Segment Open

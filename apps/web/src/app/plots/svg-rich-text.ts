import { textRuns } from '@gapwise/contracts';

const SVG_NS = 'http://www.w3.org/2000/svg';
/** Subscript size relative to the text (as `gw-rich-text` and the PDF report). */
export const SUB_SCALE = 0.72;
/** How far a subscript drops, in ems of the subscript. */
const SUB_DROP_EM = 0.35;

/**
 * Writes `text` into an SVG `<text>` with true subscripts: each `_X` / `_{…}` run becomes a
 * smaller `<tspan>` lowered by `dy`, and the next plain run climbs back to the baseline. Only
 * presentation attributes are used (no CSS, no `baseline-shift`), so the exported SVG and PNG
 * draw the same in any viewer. The element's text content reads without the markup (`2|HAB|`).
 */
export function setSvgRichText(el: SVGTextElement, text: string): void {
  el.textContent = '';
  let lowered = false;
  for (const run of textRuns(text)) {
    const span = el.ownerDocument.createElementNS(SVG_NS, 'tspan');
    span.textContent = run.text;
    if (run.sub) {
      span.setAttribute('class', 'sub');
      span.setAttribute('font-size', `${SUB_SCALE}em`);
      if (!lowered) span.setAttribute('dy', `${SUB_DROP_EM}em`);
      lowered = true;
    } else if (lowered) {
      span.setAttribute('dy', `${(-SUB_DROP_EM * SUB_SCALE).toFixed(3)}em`);
      lowered = false;
    }
    el.appendChild(span);
  }
}

let context: OffscreenCanvasRenderingContext2D | null | undefined;

/**
 * The width of `text` as `setSvgRichText` draws it in Inter at `sizePx` and `weight`, subscripts
 * at their smaller size, measured on an offscreen canvas: no layout of the page is forced, so a
 * plot can measure its labels on every keystroke. Null where no canvas exists (unit tests).
 */
export function svgRichTextWidth(text: string, sizePx: number, weight = 400): number | null {
  if (context === undefined) {
    context =
      typeof OffscreenCanvas === 'function' ? new OffscreenCanvas(1, 1).getContext('2d') : null;
  }
  if (!context) return null;
  let width = 0;
  for (const run of textRuns(text)) {
    const size = run.sub ? sizePx * SUB_SCALE : sizePx;
    context.font = `${weight} ${size}px Inter, system-ui, sans-serif`;
    width += context.measureText(run.text).width;
  }
  return width;
}
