/** Only same-site paths are followed after sign-in (never `//host` or `https://…`). */
export function safeReturnUrl(value: string | null | undefined): string {
  if (!value || !value.startsWith('/') || value.startsWith('//') || value.startsWith('/sign-in')) {
    return '/';
  }
  return value;
}
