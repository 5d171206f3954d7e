/** Only same-site paths are followed after sign-in (never `//host` or `https://…`). */
export function safeReturnUrl(value: string | null | undefined): string {
  if (!value || !value.startsWith('/') || value.startsWith('//') || value.startsWith('/sign-in')) {
    return '/';
  }
  return value;
}

/** A return URL the registration API carries through its e-mailed link (a plain same-site path). */
export function registrationReturnUrl(value: string | null | undefined): string | undefined {
  const safe = safeReturnUrl(value);
  return safe !== '/' && /^\/(?!\/)[A-Za-z0-9._~\-/]*$/.test(safe) && safe.length <= 300
    ? safe
    : undefined;
}
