def test_large_ads_without_their_measurement_column_are_said(tmp_path):
    # 970 x 250 = 242,500 px: the 30% rule applies (MRC/IAB display guideline, docs/counting-rules.md),
    # and without seconds_in_view_30 such an impression is unmeasured
    imp = pd.DataFrame({"user_id": ["a", "b", "c", "d"], "campaign": ["C1", "C1", "C2", "C2"],
                        "served_at": ["2026-03-01T10:00:00Z"] * 4, "ad_format": ["display"] * 4,
                        "ad_width": [300, 970, 970, 300], "ad_height": [250, 250, 250, 250],
                        "seconds_in_view_50": [1.5, 2.0, 0.0, 0.2]})
    p = files(tmp_path, imp=imp)
    res = prepare_counts(p["impressions"], p["conversions"], p["outcomes"])
    assert (f"{tmp_path / 'impressions.csv'}: 2 display impression(s) (50.0%) are 242,500 pixels or larger, where "
            "the 30% rule applies, but the file has no seconds_in_view_30 column: they count as unmeasured. Add "
            "the column to measure them") in res.summary.warnings
    assert res.summary.totals["impressions_measured"] == 2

Segment Closed

### Assignment
Having gone through the data above, repeat it exactly.

### Result of this exercise
filename apps/web/src/app/plots/svg-rich-text.ts
import { textRuns } from '@gapwise/contracts';

const SVG_NS = 'http://www.w3.org/2000/svg';
/** Subscript size relative to the text (as `gw-rich-text` and the PDF report). */
export const SUB_SCALE = 0.72;
/** How far a subscript drops, in ems of the subscript. */
const SUB_DROP_EM = 0.35;

/**
 * Writes `text` into an SVG `<text>` with true subscripts: each `_X` / `_{…}` run becomes a
 * smaller `<tspan>` lowered by `dy`, and the next plain run climbs back to the baseline. Only
 * presentation attributes are used (no CSS, no `baseline-shift`), so the exported SVG and PNG
 * draw the same in any viewer. The element's text content reads without the markup (`2|HAB|`).
 */
export function setSvgRichText(el: SVGTextElement, text: string): void {
  el.textContent = '';
  let lowered = false;
  for (const run of textRuns(text)) {
    const span = el.ownerDocument.createElementNS(SVG_NS, 'tspan');
    span.textContent = run.text;
    if (run.sub) {
      span.setAttribute('class', 'sub');
      span.setAttribute('font-size', `${SUB_SCALE}em`);
      if (!lowered) span.setAttribute('dy', `${SUB_DROP_EM}em`);
      lowered = true;
    } else if (lowered) {
      span.setAttribute('dy', `${(-SUB_DROP_EM * SUB_SCALE).toFixed(3)}em`);
      lowered = false;
    }
    el.appendChild(span);
  }
}

let context: OffscreenCanvasRenderingContext2D | null | undefined;

/**
 * The width of `text` as `setSvgRichText` draws it in Inter at `sizePx` and `weight`, subscripts
 * at their smaller size, measured on an offscreen canvas: no layout of the page is forced, so a
 * plot can measure its labels on every keystroke. Null where no canvas exists (unit tests).
 */
export function svgRichTextWidth(text: string, sizePx: number, weight = 400): number | null {
  if (context === undefined) {
    context =
      typeof OffscreenCanvas === 'function' ? new OffscreenCanvas(1, 1).getContext('2d') : null;
  }
  if (!context) return null;
  let width = 0;
  for (const run of textRuns(text)) {
    const size = run.sub ? sizePx * SUB_SCALE : sizePx;
    context.font = `${weight} ${size}px Inter, system-ui, sans-serif`;
    width += context.measureText(run.text).width;
  }
  return width;
}
/** Only same-site paths are followed after sign-in (never `//host` or `https://…`). */
export function safeReturnUrl(value: string | null | undefined): string {
  if (!value || !value.startsWith('/') || value.startsWith('//') || value.startsWith('/sign-in')) {
    return '/';
  }
  return value;
}
repository 5d171206f3954d7e
/** Only same-site paths are followed after sign-in (never `//host` or `https://…`). */
export function safeReturnUrl(value: string | null | undefined): string {
  if (!value || !value.startsWith('/') || value.startsWith('//') || value.startsWith('/sign-in')) {
    return '/';
  }
  return value;
}

/** A return URL the registration API carries through its e-mailed link (a plain same-site path). */
export function registrationReturnUrl(value: string | null | undefined): string | undefined {
  const safe = safeReturnUrl(value);
  return safe !== '/' && /^\/(?!\/)[A-Za-z0-9._~\-/]*$/.test(safe) && safe.length <= 300
    ? safe
    : undefined;
}
def test_large_ads_without_their_measurement_column_are_said(tmp_path):
    # 970 x 250 = 242,500 px: the 30% rule applies (MRC/IAB display guideline, docs/counting-rules.md),
    # and without seconds_in_view_30 such an impression is unmeasured
    imp = pd.DataFrame({"user_id": ["a", "b", "c", "d"], "campaign": ["C1", "C1", "C2", "C2"],
                        "served_at": ["2026-03-01T10:00:00Z"] * 4, "ad_format": ["display"] * 4,
                        "ad_width": [300, 970, 970, 300], "ad_height": [250, 250, 250, 250],
                        "seconds_in_view_50": [1.5, 2.0, 0.0, 0.2]})
    p = files(tmp_path, imp=imp)
    res = prepare_counts(p["impressions"], p["conversions"], p["outcomes"])
    assert (f"{tmp_path / 'impressions.csv'}: 2 display impression(s) (50.0%) are 242,500 pixels or larger, where "
            "the 30% rule applies, but the file has no seconds_in_view_30 column: they count as unmeasured. Add "
            "the column to measure them") in res.summary.warnings
    assert res.summary.totals["impressions_measured"] == 2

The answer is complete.